A Study of Equatorial Coronal Holes during the Maximum Phase of Four Solar Cycles

Abstract

Abstract The 11 yr solar cycle (SC) is characterized by periodic changes in solar activity indicators such as the number of sunspots, coronal holes, and active regions (ARs), as well as the occurrence rate of solar energetic events such as filament eruptions, flares, and coronal mass ejections. In this work we performed a statistical study of the equatorial coronal holes (ECHs) and ARs during the maximum phase of the last four SCs: SC 21 (1979–1982), SC 22 (1989–1992), SC 23 (1999–2002), and SC 24 (2012–2015).
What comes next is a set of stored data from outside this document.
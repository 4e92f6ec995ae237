package build

import (
	"strings"

	"epure/lang/diag"
	"epure/lang/source"
)

// Namesakes reports, in the unit of the second, two drawings whose files would
// have one name: the second would silently replace the first. Capitals do not
// tell names apart on every disk. Telling it twice does no harm.
func Namesakes(units ...*Unit) {
	first := map[string]source.Span{}
	for _, u := range units {
		for _, sheet := range u.Sheets {
			name := strings.ToLower(sheet.Name)
			at, taken := first[name]
			if !taken {
				first[name] = sheet.At
				continue
			}
			u.Bag.Add(diag.New("same-output", sheet.At, "two drawings are named "+source.Quote(sheet.Name)).
				Because("the name of a drawing begins the name of its file, and the second would replace the first").
				WithNote(at, "the first one is here"))
		}
	}
}
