#!/usr/bin/python3
"""The layers for a GIS: what stands in study.gpkg and isochrones.geojson, held to the rasters and to the standards."""
import contextlib
import json
import shutil
import sqlite3
import subprocess
import sys
import unittest
import xml.etree.ElementTree as xml

import numpy as np
from osgeo import gdal, ogr, osr

from peaks_test import demo_with_peaks
from support import CommandTest, DemoTest, class_folder, hills, table

sys.path.insert(0, "/usr/lib/python3/dist-packages")
from osgeo_utils.samples import validate_cloud_optimized_geotiff, validate_gpkg  # noqa: E402

LAYERS = {"outlets": "POINT", "catchments": "MULTIPOLYGON", "subareas": "MULTIPOLYGON", "paths": "MULTILINESTRING",
          "segments": "MULTILINESTRING", "network": "MULTILINESTRING", "isochrones": "MULTIPOLYGON", "depressions": "MULTIPOLYGON"}
INDEXED = {"depressions": "depression"}   # the others by their point
PIPES = "from,to,length,diameter,n,slope\nMarket inlet,Tramway bank,120 m,0.45 m,0.013,0.008\n"
OVERRIDES = "point,time,way_time,sheet_length,n,c\nTramway bank,,4 min,,,\n"


def burnt(layer, raster, query, value_of=lambda feature: 1):
    """The features of a layer laid back on the grid of a raster: values, and how often each cell was covered."""
    memory = gdal.GetDriverByName("MEM")
    values, count = (memory.Create("", raster.RasterXSize, raster.RasterYSize, 1, gdal.GDT_Float64) for _ in range(2))
    shapes = ogr.GetDriverByName("Memory").CreateDataSource("")
    for target in (values, count):
        target.SetGeoTransform(raster.GetGeoTransform())
        target.SetProjection(raster.GetProjection())
    layer.SetAttributeFilter(query)
    for feature in layer:
        one = shapes.CreateLayer("one", layer.GetSpatialRef())
        copy = ogr.Feature(one.GetLayerDefn())
        copy.SetGeometry(feature.GetGeometryRef().Clone())
        one.CreateFeature(copy)
        gdal.RasterizeLayer(values, [1], one, burn_values=[value_of(feature)])
        gdal.RasterizeLayer(count, [1], one, burn_values=[1], options=["MERGE_ALG=ADD"])
        shapes.DeleteLayer(0)
    return values.ReadAsArray(), count.ReadAsArray()


def wgs84():
    system = osr.SpatialReference()
    system.ImportFromEPSG(4326)
    system.SetAxisMappingStrategy(osr.OAMS_TRADITIONAL_GIS_ORDER)
    return system
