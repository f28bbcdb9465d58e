#!/usr/bin/python3
"""Peak flows of the demo: every table recomputed from what it prints, peaks rebuilt from the hand-over table alone, and laws."""
import csv
import json
import pathlib
import re
import shutil
import subprocess
import tempfile
import unittest

from support import COMMAND, CommandTest, table

# Invented coefficients for the demo's classes.
COEFFICIENTS = {"1": 0.9, "2": 0.9, "3": 0.25, "4": 0.2, "5": 0.3, "6": 0.1, "7": 1.0, "8": 0.6}
PERIODS = (2, 10, 100)
LEAST_MIN = 5.0
AS_IT_STANDS = None


def intensity(years, minutes, factor=1.0):
    """mm/h, as the study states it; the least time is the shortest."""
    return factor * 1000 * years**0.2 / (max(minutes, LEAST_MIN) + 12) ** 0.85


def frequency_factor(years):
    return {2: 1.0, 10: 1.0, 100: 1.25}[years]


def demo_with_peaks(folder, peaks="", rain_factor=1.0, sheet="nrcs", leave_out=(), pipes="", overrides="", timing="", more=""):
    """Runs the demo with rain by duration and runoff coefficients; gives its tables. `more` stands at the study's end, in [output]."""
    town = pathlib.Path(folder) / "town"
    if not town.exists():
        subprocess.run([COMMAND, "demo", town], check=True, capture_output=True)
    with open(town / "cover-book.csv", encoding="utf-8", newline="") as file:
        rows = list(csv.DictReader(file))
    for row in rows:
        row["c"] = COEFFICIENTS[row["code"]]
    with open(town / "book-with-c.csv", "w", encoding="utf-8", newline="") as file:
        writer = csv.DictWriter(file, rows[0].keys())
        writer.writeheader()
        writer.writerows(rows)
    points = json.loads((town / "points.geojson").read_text())
    points["features"] = [f for f in points["features"] if f["properties"]["name"] not in leave_out]
    (town / "some-points.geojson").write_text(json.dumps(points))
    study = (town / "study.toml").read_text().split("[rain]")[0].replace("cover-book.csv", "book-with-c.csv")
    study = study.replace("points.geojson", "some-points.geojson")
    study += f"""[rain]
two_year_24_hour = "62 mm"
formula = "i[mm/h] = {1000 * rain_factor:g} T^0.2 / (t[min] + 12)^0.85"
return_periods = [2, 10, 100]
[timing]
sheet = "{sheet}"
raster_return_period = 10
[peaks]
{peaks}
[output]
subareas = "all"
{more}"""
    if pipes:
        (town / "pipes.csv").write_text(pipes)
        study = study.replace('move_within = "5 m"', 'move_within = "5 m"\npipes = "pipes.csv"')
    if overrides:
        (town / "overrides.csv").write_text(overrides)
        timing += '\noverrides = "overrides.csv"'
    study = study.replace("raster_return_period = 10", f"raster_return_period = 10\n{timing}")
    (town / "peaks.toml").write_text(study)
    run = subprocess.run([COMMAND, "run", town / "peaks.toml", "--replace"], check=False, capture_output=True, text=True)
    assert run.returncode == 0, run.stderr
    result = {path.stem: table(path) for path in (town / "result/tables").glob("*.csv")}
    return result | {"json": json.loads((town / "result/result.json").read_text()), "said": run.stdout,
                     "report": (town / "result/report.html").read_text()}


def setUpModule():
    """The demo as most tests want it, run once."""
    global AS_IT_STANDS  # pylint: disable=global-statement
    folder = tempfile.mkdtemp(prefix="rillclock-test-")
    unittest.addModuleCleanup(shutil.rmtree, folder, ignore_errors=True)
    AS_IT_STANDS = demo_with_peaks(folder)


class PeakTables(unittest.TestCase):
    @classmethod
    def setUpClass(cls):
        cls.tables = AS_IT_STANDS
        cls.peaks = cls.tables["peaks"]

    def test_there_is_a_row_for_each_point_and_return_period(self):
        self.assertEqual(len(self.peaks), 3 * len(self.tables["outlets"]))
        self.assertEqual({r["why_not"] for r in self.peaks}, {""})

    def test_the_whole_area_peak_is_c_i_a(self):
        for r in self.peaks:
            years, minutes = int(r["return_period_years"]), float(r["time_of_concentration_min"])
            i = intensity(years, minutes)
            self.assertAlmostEqual(float(r["intensity_mm_per_h"]) / i, 1, delta=1e-5)
            by_hand = float(r["runoff_coefficient_with_factor"]) * i * float(r["area_ha"]) / 360
            self.assertAlmostEqual(float(r["whole_area_peak_m3_per_s"]) / by_hand, 1, delta=1e-4)
            self.assertEqual(float(r["frequency_factor"]), frequency_factor(years))
            plain = float(r["runoff_coefficient_before_factor"])
            self.assertAlmostEqual(plain * frequency_factor(years) / float(r["coefficient_uncut"]), 1, delta=1e-5)
            self.assertLessEqual(float(r["runoff_coefficient_with_factor"]), frequency_factor(years) * plain * (1 + 1e-5))
            if frequency_factor(years) == 1:
                self.assertEqual(r["runoff_coefficient_before_factor"], r["runoff_coefficient_with_factor"])
            else:
                self.assertGreater(float(r["runoff_coefficient_with_factor"]), plain)

    def test_the_partial_area_never_gives_less_and_lies_within_its_bounds(self):
        for r in self.peaks:
            peak = float(r["peak_m3_per_s"])
            self.assertGreaterEqual(peak, float(r["whole_area_peak_m3_per_s"]))
            self.assertLessEqual(float(r["peak_unbinned_at_least_m3_per_s"]), peak)
            self.assertGreaterEqual(float(r["peak_unbinned_at_most_m3_per_s"]), peak)
            # Bins of 5 s against times of half an hour: the bounds are close.
            self.assertLess(float(r["peak_unbinned_at_most_m3_per_s"]) / peak, 1.05)
            window = float(r["peak_share_of_runoff_percent"]) / 100 * float(r["runoff_coefficient_with_factor"]) * float(r["area_ha"])
            by_hand = window * intensity(int(r["return_period_years"]), float(r["peak_duration_min"])) / 360
            self.assertAlmostEqual(by_hand / peak, 1, delta=2e-4)

    def test_the_search_can_be_followed_by_hand(self):
        for r in self.peaks:
            rows = [t for t in self.tables["time_area"] if (t["point"], t["return_period_years"]) == (r["point"], r["return_period_years"])]
            self.assertLessEqual(len(rows), 30)
            running, years = 0.0, int(r["return_period_years"])
            for t in rows:
                running += float(t["arriving_since_ca_ha"])
                self.assertAlmostEqual(running, float(t["arrived_ca_ha"]), delta=1e-4 * running + 1e-9)
                self.assertGreaterEqual(float(t["most_ca_ha"]) * (1 + 1e-6), 0)
                flow = float(t["most_ca_ha"]) * intensity(years, float(t["duration_min"])) / 360
                self.assertAlmostEqual(flow / float(t["flow_m3_per_s"]), 1, delta=1e-4)
            self.assertAlmostEqual(running, float(r["runoff_coefficient_with_factor"]) * float(r["area_ha"]), delta=1e-4 * running)
            searched = [float(t["flow_m3_per_s"]) for t in rows if t["searched"] == "yes"]
            self.assertEqual(max(searched), float(r["peak_m3_per_s"]))
            governing = [t for t in rows if t["governs"] == "yes"]
            self.assertEqual(len(governing), 1)
            self.assertEqual(governing[0]["flow_m3_per_s"], r["peak_m3_per_s"])

    def test_every_peak_of_a_whole_area_is_rebuilt_from_the_handover_table_alone(self):
        subareas = {r["subarea"]: r for r in self.tables["handover"]}

        def way(name, point):
            """Seconds from one point down to another; none where it does not lie below."""
            seconds = 0.0
            while name != point:
                if not subareas[name]["next_point"]:
                    return None
                seconds, name = seconds + float(subareas[name]["way_time_s"]), subareas[name]["next_point"]
            return seconds

        for r in self.peaks:
            years = r["return_period_years"]
            above = {name: way(name, r["point"]) for name in subareas}
            above = {name: seconds for name, seconds in above.items() if seconds is not None}
            time = max(float(subareas[name]["own_time_s"]) + seconds for name, seconds in above.items()) / 60
            self.assertAlmostEqual(time, float(r["time_of_concentration_min"]), delta=1e-4)
            runoff = sum(float(subareas[name][f"ca_{years}yr_ha"]) for name in above)
            area = sum(float(subareas[name]["area_ha"]) for name in above)
            self.assertAlmostEqual(area, float(r["area_ha"]), delta=1e-6 * area)
            peak = runoff * intensity(int(years), time) / 360
            self.assertAlmostEqual(peak / float(r["whole_area_peak_m3_per_s"]), 1, delta=1e-4)
            self.rebuild_handbook_cases(r, {n: (float(subareas[n]["own_time_s"]) + s, float(subareas[n][f"ca_{years}yr_ha"]))
                                            for n, s in above.items()})
        for row in subareas.values():
            product = float(row["runoff_coefficient_with_factor_10yr"]) * float(row["area_ha"])
            plain = {row[f"runoff_coefficient_before_factor_{years}yr"] for years in PERIODS}
            self.assertEqual(plain, {row["runoff_coefficient_with_factor_10yr"]})  # C alone knows no return period here; Cf of 10 years is 1
            self.assertGreater(float(row["runoff_coefficient_with_factor_100yr"]), float(*plain))
            self.assertAlmostEqual(product, float(row["ca_10yr_ha"]), delta=1e-6 * product)

    def rebuild_handbook_cases(self, r, lumps):
        """Rain as long as some subarea's time: those that have arrived, alone and with their share of the others."""
        alone, shared = 0.0, 0.0
        for time, _ in lumps.values():
            seconds = max(time, 60 * LEAST_MIN)
            i = intensity(int(r["return_period_years"]), seconds / 60) / 360
            alone = max(alone, i * sum(ca for t, ca in lumps.values() if t <= seconds))
            shared = max(shared, i * sum(ca * min(1, seconds / t) for t, ca in lumps.values()))
        self.assertAlmostEqual(alone / float(r["handbook_part_alone_m3_per_s"]), 1, delta=1e-4)
        self.assertAlmostEqual(shared / float(r["handbook_part_and_share_m3_per_s"]), 1, delta=1e-4)

    def test_the_shares_of_subareas_make_the_whole(self):
        for r in self.peaks:
            rows = [s for s in self.tables["subareas"] if (s["point"], s["return_period_years"]) == (r["point"], r["return_period_years"])]
            for column in ("share_of_area_percent", "share_of_runoff_percent", "share_of_peak_window_percent"):
                self.assertAlmostEqual(sum(float(s[column]) for s in rows), 100, delta=0.02)
            most = max(rows, key=lambda s: float(s["share_of_peak_window_percent"]))
            self.assertTrue(r["peak_subareas"].startswith(most["subarea"]), r["peak_subareas"])
            self.assertEqual(int(r["subareas_in_window"]), sum(float(s["share_of_peak_window_percent"]) > 0 for s in rows))

    def test_result_json_and_the_table_of_outlets_say_the_same(self):
        by_name = {o["name"]: o for o in self.tables["json"]["outlets"]}
        for r in self.peaks:
            said = next(p for p in by_name[r["point"]]["peaks"] if p["return_period"] == int(r["return_period_years"]))
            self.assertAlmostEqual(said["partial_area"]["flow_m3_per_s"] / float(r["peak_m3_per_s"]), 1, delta=1e-4)
            self.assertAlmostEqual(said["whole_area"]["flow_m3_per_s"] / float(r["whole_area_peak_m3_per_s"]), 1, delta=1e-4)
        for o in self.tables["outlets"]:
            row = next(r for r in self.peaks if r["point"] == o["name"] and r["return_period_years"] == "10")
            self.assertEqual(o["peak_m3_per_s"], row["peak_m3_per_s"])

    def test_the_command_says_the_peak_of_the_main_outlet(self):
        row = next(r for r in self.peaks if r["point"] == "Weir" and r["return_period_years"] == "10")
        self.assertIn(f"Its peak of 10 years is {float(row['peak_m3_per_s']):.3g} m3/s", self.tables["said"])

    def test_a_large_catchment_and_a_cut_coefficient_are_told(self):
        notices = {(r["notice"], r["point"]) for r in self.tables["review"]}
        self.assertIn(("rational-area", "Weir"), notices)        # 94 ha, more than 200 ac
        self.assertNotIn(("rational-area", "School inlet"), notices)
        self.assertIn(("coefficient-cut", "Weir"), notices)      # 1.25 · 0.9 in 100 years

    def test_what_is_noticed_of_a_peak_says_how_much_at_which_return_period_and_where(self):
        outlets = {o["name"]: o for o in self.tables["outlets"]}
        peaks = {(r["point"], r["return_period_years"]): r for r in self.tables["peaks"]}
        cuts = [r for r in self.tables["review"] if r["notice"] == "coefficient-cut"]
        self.assertGreater(len(cuts), 3)
        for r in cuts:
            self.assertGreater(float(r["value"]), float(r["threshold"]))
            self.assertEqual((float(r["threshold"]), r["return_period_years"]), (1, "100"))
            self.assertIn(float(r["value"]), (1.125, 1.25))   # 1.25 times 0.9 of streets, or 1 of a pond
            self.assertIn("100 years", r["text"])
            mean, uncut = re.search(r"the mean of its catchment is ([\d.]+), and would be ([\d.]+) without", r["text"]).groups()
            self.assertLess(float(mean), float(uncut))
            self.assertAlmostEqual(float(mean) / float(peaks[r["point"], "100"]["runoff_coefficient_with_factor"]), 1, delta=5e-3)
        for r in self.tables["review"]:
            if r["notice"] in ("coefficient-cut", "rational-area", "time-below-least"):
                self.assertEqual((r["x"], r["y"]), (outlets[r["point"]]["x"], outlets[r["point"]]["y"]))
We compared the number of ECHs and ARs, separations between their centroids, solar wind speed, pressure, and the number of intense geomagnetic storm (IGS) data over these four cycles. We note a strong anticorrelation between the number of ARs and ECHs. We found that the number of close ARs and ECHs, solar wind speed, and the number of IGS increases with average sunspot maximum number for even cycles and decreases with average sunspot maximum for odd cycles. Also, we find strong odd–even trends in the relation between the wind properties and the numbers of close AR and ECH. These results obtained from the annual average data suggest a possible link between ECH and AR proximity and the solar wind phenomena, though odd–even trends point to the importance of other effects (e.g., Sun–Earth magnetic alignment) as well.